けれど葵は婚約者なのだから、そこは別だ。だから俺は破談にならない様にこうして必死になっている…、はずだ。
「…どうして西園寺さんが私を睨むのか分からないけどね。私が西園寺さんと会いながら、同時に愛人とよろしくやっていた訳じゃないのに。」
政宗から西園寺へと呼び方が戻ってしまった事と、葵の半笑いの当て擦りに俺はカッとなって、気づけば言い返していた。
「俺だって同時進行してた訳じゃない!確かに見合い前に優一と都合の良い関係だったのは認めるが、愛人と言えるかも分からない関係だ。大体、骨の髄までしゃぶられる様な交わりをして、余所見をする程俺には体力も時間も無いですよ。
俺の婚約者は手加減などしてくれませんからね。」
誤解を生じさせた自分への怒りと、冷たい振る舞いをする葵へのむしゃくしゃした感情で、俺はつい言い過ぎてしまった。言ったそばから後悔して、気を悪くした筈の目の前の葵は、じわじわと顔を赤らめて顔を背けた。

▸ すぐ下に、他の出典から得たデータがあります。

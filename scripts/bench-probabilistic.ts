/**
 * Benchmark of the probabilistic engine (docs/probabilistic.md "Speed"): the demo embankment's
 * downstream face (db/seeds/demo-section.ts) with c′, φ′, γ of the fill and c′, φ′ of the
 * foundation varied, Bishop's simplified and the ordinary method, a 12 × 10 centre grid × 8 radii.
 * Prints figures only, on one core; the last line is `critical_surface_samples_per_second=N`.
 */
import { buildDemoSection } from "../db/seeds/demo-section";
import { runProbabilistic } from "../lib/stability/probabilistic";

function demoDoc(samples: number, mode: string, sampling: string): unknown {
  const d = buildDemoSection() as unknown as Record<string, unknown> & { materials: Record<string, unknown>[] };
  for (const m of d.materials) {
    if (m.id === "fill")
      m.vary = {
        c: { dist: "lognormal", sd: 3 },
        phi: { dist: "normal", sd: 2 },
        gamma: { dist: "normal", sd: 0.5 },
        correlation: -0.3,
      };
    if (m.id === "foundation") m.vary = { c: { dist: "lognormal", sd: 1.5 }, phi: { dist: "normal", sd: 2 } };
  }
  d.analysis = {
    methods: ["bishop", "fellenius"],
    grid: { x1: 64, y1: 20, x2: 96, y2: 44, nx: 12, ny: 10 },
    radii: { tangentY1: 12, tangentY2: 1, n: 8 },
    probabilistic: { samples, seed: 1, sampling, mode },
  };
  return d;
}

/** CPU seconds of one call: what "per core" means when others share the machine. */
function cpuSeconds(fn: () => void): number {
  const c0 = process.cpuUsage();
  fn();
  const c = process.cpuUsage(c0);
  return (c.user + c.system) / 1e6;
}

function timedRun(samples: number, mode: string, sampling: string): { cpu: number; wall: number; pf: string } {
  const doc = demoDoc(samples, mode, sampling);
  let pf = "";
  const t0 = performance.now();
  const cpu = cpuSeconds(() => {
    const r = runProbabilistic(doc);
    if (!r.ok) throw new Error(`benchmark input is invalid: ${JSON.stringify(r.errors)}`);
    pf = `Bishop pf ${r.probabilistic.bishop?.pf}, β ${r.probabilistic.bishop?.betaNormal?.toFixed(2)}`;
  });
  return { cpu, wall: (performance.now() - t0) / 1000, pf };
}

timedRun(2000, "critical-surface", "monte-carlo"); // warm-up: lets the JIT compile the slice loop
const baseline = timedRun(10, "critical-surface", "monte-carlo"); // the deterministic search alone, nearly
const n = 20_000;
for (const sampling of ["monte-carlo", "latin-hypercube"]) {
  const r = timedRun(n, "critical-surface", sampling);
  console.log(
    `critical-surface ${sampling}: ${n} samples in ${r.cpu.toFixed(2)} s CPU (${r.wall.toFixed(2)} s wall), ` +
      `search and Taylor series ${baseline.cpu.toFixed(2)} s; ${r.pf}`,
  );
}
const full = timedRun(20, "full-search", "monte-carlo");
console.log(
  `full-search: 20 samples (960 circles each) in ${full.cpu.toFixed(2)} s CPU; ` +
    `${(20 / full.cpu).toFixed(1)} samples/s`,
);
const cs = timedRun(n, "critical-surface", "monte-carlo");
console.log(`critical_surface_samples_per_second=${Math.round(n / Math.max(1e-9, cs.cpu - baseline.cpu))}`);
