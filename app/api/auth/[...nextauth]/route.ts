import NextAuth from "next-auth";
import { authOptions } from "@/lib/auth/options";
import { errorResponse } from "@/lib/api/handler";
import { refuseForeignOrigin } from "@/lib/api/request-guards";

const handler = NextAuth(authOptions);

type Ctx = { params: Promise<{ nextauth: string[] }> };

/** Sign-in and sign-out posts pass the same origin check as every other state-changing request. */
async function post(request: Request, context: Ctx): Promise<Response> {
  try {
    refuseForeignOrigin(request);
  } catch (err) {
    return errorResponse(err);
  }
  return handler(request, context);
}

export { handler as GET, post as POST };
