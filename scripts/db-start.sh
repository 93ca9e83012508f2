#!/usr/bin/env bash
# Starts the project's own MariaDB on 127.0.0.1 with its data under .data/.
# Idempotent: a running server is left alone; a stale pid file or socket is cleaned up.
set -euo pipefail
. "$(dirname "$0")/lib/common.sh"
load_env
DB_PORT="${DATABASE_PORT:-$DB_PORT}"
DB_NAME="${DATABASE_NAME:-scarpline}"
DB_USER="${DATABASE_USER:-scarpline}"
DB_PASSWORD="${DATABASE_PASSWORD:-scarpline-dev}"

ensure_mariadb_installed
MARIADBD="$(command -v mariadbd || echo /usr/sbin/mariadbd)"
mkdir -p "$DATA_ROOT"

root_sql() { mariadb --no-defaults -S "$DB_SOCK" -uroot -N -e "$1"; }
alive() { root_sql 'select 1' >/dev/null 2>&1; }

pid_running() {
  [ -f "$DB_PID" ] || return 1
  local pid; pid="$(cat "$DB_PID" 2>/dev/null || true)"
  [ -n "$pid" ] || return 1
  local stat; stat="$(ps -o stat= -p "$pid" 2>/dev/null || true)"
  # A zombie left by kill -9 still answers kill -0; it is not a server.
  [ -n "$stat" ] && [[ "$stat" != Z* ]]
}

if alive; then
  log "MariaDB already running on 127.0.0.1:$DB_PORT"
else
  if pid_running; then
    log "MariaDB process $(cat "$DB_PID") exists but does not answer; waiting for it"
    for _ in $(seq 1 30); do alive && break; sleep 1; done
    alive || die "MariaDB (pid $(cat "$DB_PID")) does not answer; see $DB_LOG or run npm run db:stop"
  else
    rm -f "$DB_PID" "$DB_SOCK" "$DB_SOCK.lock"
    if (exec 3<>"/dev/tcp/127.0.0.1/$DB_PORT") 2>/dev/null; then
      die "port $DB_PORT on 127.0.0.1 is held by another process; set DATABASE_PORT to a free port"
    fi
    if [ ! -d "$DB_DATA/mysql" ]; then
      log "initialising a new data folder in $DB_DATA"
      mkdir -p "$DB_DATA"
      mariadb-install-db --no-defaults --datadir="$DB_DATA" --user=root \
        --auth-root-authentication-method=socket --skip-test-db >"$DATA_ROOT/mariadb-install.log" 2>&1 \
        || die "mariadb-install-db failed; see $DATA_ROOT/mariadb-install.log"
    fi
    log "starting MariaDB on 127.0.0.1:$DB_PORT"
    nohup "$MARIADBD" --no-defaults --datadir="$DB_DATA" --socket="$DB_SOCK" --pid-file="$DB_PID" \
      --port="$DB_PORT" --bind-address=127.0.0.1 --user=root --skip-name-resolve \
      --innodb-buffer-pool-size=64M --character-set-server=utf8mb4 --collation-server=utf8mb4_unicode_ci \
      --log-error="$DB_LOG" >/dev/null 2>&1 &
    for _ in $(seq 1 60); do alive && break; sleep 0.5; done
    alive || die "MariaDB did not start within 30 s; see $DB_LOG"
  fi
fi

# The app's user may create and drop the scarpline* databases, which the tests use one per run.
root_sql "CREATE DATABASE IF NOT EXISTS \`$DB_NAME\` CHARACTER SET utf8mb4 COLLATE utf8mb4_unicode_ci;
  CREATE USER IF NOT EXISTS '$DB_USER'@'127.0.0.1' IDENTIFIED BY '$DB_PASSWORD';
  CREATE USER IF NOT EXISTS '$DB_USER'@'localhost' IDENTIFIED BY '$DB_PASSWORD';
  GRANT ALL PRIVILEGES ON \`scarpline%\`.* TO '$DB_USER'@'127.0.0.1';
  GRANT ALL PRIVILEGES ON \`scarpline%\`.* TO '$DB_USER'@'localhost';
  FLUSH PRIVILEGES;"
log "MariaDB ready: database $DB_NAME, user $DB_USER"
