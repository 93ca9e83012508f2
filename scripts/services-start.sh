#!/usr/bin/env bash
# Starts the local stand-ins the app talks to in development (beyond MariaDB):
# the S3-compatible fake that keeps uploaded documents (scripts/s3-fake.ts) and the SMTP
# fake that catches the app's e-mail notices (scripts/smtp-fake.ts, listed on /admin/mail).
# Idempotent: a fake that is already running is left alone.
set -euo pipefail
. "$(dirname "$0")/lib/common.sh"
load_env
cd "$ROOT"
mkdir -p "$DATA_ROOT"

S3_PORT="${S3_PORT:-4569}"
S3_PID="$DATA_ROOT/s3-fake.pid"
S3_LOG="$DATA_ROOT/s3-fake.log"
s3_answers() { (exec 3<>"/dev/tcp/127.0.0.1/$S3_PORT") 2>/dev/null; }

if [ -f "$S3_PID" ] && kill -0 "$(cat "$S3_PID")" 2>/dev/null && s3_answers; then
  log "S3 fake already running on 127.0.0.1:$S3_PORT"
else
  if [ -f "$S3_PID" ] && ! kill -0 "$(cat "$S3_PID")" 2>/dev/null; then rm -f "$S3_PID"; fi
  log "starting the S3 fake on 127.0.0.1:$S3_PORT (bucket ${S3_BUCKET:-scarpline-documents})"
  # node --import tsx keeps one process, so the pid file names the server itself.
  S3_PORT="$S3_PORT" S3_PID_FILE="$S3_PID" nohup node --import tsx scripts/s3-fake.ts >>"$S3_LOG" 2>&1 &
  starter=$!
  # Ready once the pid file is written: the fake writes it after the bucket exists and it listens.
  for _ in $(seq 1 40); do
    [ -f "$S3_PID" ] && s3_answers && break
    kill -0 "$starter" 2>/dev/null || break
    sleep 0.25
  done
  [ -f "$S3_PID" ] && s3_answers || { tail -5 "$S3_LOG" >&2; die "the S3 fake did not start within 10 s; see $S3_LOG"; }
fi

SMTP_PORT="${SMTP_PORT:-2525}"
SMTP_PID="$DATA_ROOT/smtp-fake.pid"
SMTP_LOG="$DATA_ROOT/smtp-fake.log"
SMTP_MAIL_DIR="${SMTP_MAIL_DIR:-$DATA_ROOT/mail}"
smtp_answers() { (exec 3<>"/dev/tcp/127.0.0.1/$SMTP_PORT") 2>/dev/null; }

if [ -f "$SMTP_PID" ] && kill -0 "$(cat "$SMTP_PID")" 2>/dev/null && smtp_answers; then
  log "SMTP fake already running on 127.0.0.1:$SMTP_PORT"
else
  if [ -f "$SMTP_PID" ] && ! kill -0 "$(cat "$SMTP_PID")" 2>/dev/null; then rm -f "$SMTP_PID"; fi
  log "starting the SMTP fake on 127.0.0.1:$SMTP_PORT (mail kept under $SMTP_MAIL_DIR)"
  SMTP_PORT="$SMTP_PORT" SMTP_PID_FILE="$SMTP_PID" SMTP_MAIL_DIR="$SMTP_MAIL_DIR" nohup node --import tsx scripts/smtp-fake.ts >>"$SMTP_LOG" 2>&1 &
  starter=$!
  for _ in $(seq 1 40); do
    [ -f "$SMTP_PID" ] && smtp_answers && break
    kill -0 "$starter" 2>/dev/null || break
    sleep 0.25
  done
  [ -f "$SMTP_PID" ] && smtp_answers || { tail -5 "$SMTP_LOG" >&2; die "the SMTP fake did not start within 10 s; see $SMTP_LOG"; }
fi
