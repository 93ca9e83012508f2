/**
 * Benchmark of the rigorous methods (docs/engine.md §11–§12): the cost of one 50-slice circle by
 * Bishop's simplified method and by Spencer and Morgenstern–Price (each on top of the same slicing),
 * on the three-material embankment of `npm run bench`; target Spencer ≤ 5 × Bishop. Then the time
 * of a surfaces search on the demo weak-layer section (target < 5 s on one core). Prints figures only.
 */
import { readFileSync } from "node:fs";
import path from "node:path";
import { evaluateCircle } from "../lib/stability/evaluate-circle";
import { createGleSlices } from "../lib/stability/methods/gle";
import { prepareSection } from "../lib/stability/prepare";
import { createRigorousPick, rigorousOnCircle } from "../lib/stability/rigorous-circle";
import type { RigorousMethod, SectionDocument } from "../lib/stability/schema";
import { createScratch } from "../lib/stability/scratch";
import { runSurfaceSearch } from "../lib/stability/surfaces/search-surfaces";
import { validateSection } from "../lib/stability/validate";

const fixtures = path.join(__dirname, "..", "tests", "fixtures", "sections");
const doc = JSON.parse(readFileSync(path.join(fixtures, "three-material-embankment.json"), "utf8")) as SectionDocument;
const v = validateSection(doc);
if (!v.ok) throw new Error("benchmark section is invalid");
const P = prepareSection(v.section);
const S = createScratch();
const G = createGleSlices();
const pick = createRigorousPick();

// A ring of circles around the embankment's critical region, all valid.
const circles: [number, number, number][] = [];
for (let i = 0; i < 40; i++)
  for (let j = 0; j < 5; j++) {
    const xc = 62 + (i % 10) * 1.5;
    const yc = 30 + Math.floor(i / 10) * 2;
    circles.push([xc, yc, yc - 4 - j]);
  }
const valid = circles.filter(([x, y, r]) => evaluateCircle(P, S, x, y, r, true) === 0 && S.fsB > 0);

function cpuSeconds(fn: () => void): number {
  const c0 = process.cpuUsage();
  fn();
  const c = process.cpuUsage(c0);
  return (c.user + c.system) / 1e6;
}

function perCircle(method: "bishop" | RigorousMethod): number {
  const run = () => {
    for (const [x, y, r] of valid) {
      evaluateCircle(P, S, x, y, r, true);
      if (method !== "bishop") rigorousOnCircle(P, S, G, x, y, r, method, true, pick);
    }
  };
  run();
  const times: number[] = [];
  for (let k = 0; k < 7; k++)
    times.push(
      cpuSeconds(() => {
        for (let rep = 0; rep < 10; rep++) run();
      }),
    );
  times.sort((a, b) => a - b);
  return times[3] / (10 * valid.length);
}

const tb = perCircle("bishop");
const ts = perCircle("spencer");
const tm = perCircle("morgenstern-price");
console.log(`rigorous circles: ${valid.length} valid 50-slice circles on the three-material embankment`);
console.log(`bishop_us_per_circle=${(tb * 1e6).toFixed(1)}`);
console.log(`spencer_us_per_circle=${(ts * 1e6).toFixed(1)} (${(ts / tb).toFixed(2)} x Bishop; target <= 5)`);
console.log(`morgenstern_price_us_per_circle=${(tm * 1e6).toFixed(1)} (${(tm / tb).toFixed(2)} x Bishop)`);

// The surfaces search on the weak-layer demo section (Spencer and Morgenstern–Price), CPU time on one core.
const weak = JSON.parse(readFileSync(path.join(fixtures, "weak-layer-outline.json"), "utf8")) as SectionDocument;
weak.analysis = { ...weak.analysis, methods: ["spencer", "morgenstern-price"], search: "surfaces" };
let found = "";
const searchTimes: number[] = [];
for (let k = 0; k < 3; k++)
  searchTimes.push(
    cpuSeconds(() => {
      const r = runSurfaceSearch(weak);
      if (!r.ok) throw new Error("demo section is invalid");
      found = `Spencer ${r.results.spencer?.fs.toFixed(4)}, M–P ${r.results["morgenstern-price"]?.fs.toFixed(4)}`;
    }),
  );
searchTimes.sort((a, b) => a - b);
console.log(`surfaces search on the weak-layer demo: ${found}`);
console.log(`surfaces_search_seconds=${searchTimes[1].toFixed(2)} (target < 5 s, one core)`);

「…私がそんなに見境ない様に思われてたなんて知らなかった。てっきり西園寺さんも楽しんでいるのかと思ってたけど、無理させてたみたいだね…。
私はもし西園寺さんが愛人を必要だと考えるなら、ちゃんと取り決めをした方が良いって思っただけだよ。お互いにフェアになる様に…。」
動揺している葵に手を伸ばしかけた俺はピクリと動きを止めた。無視できない事を葵が言ったからだ。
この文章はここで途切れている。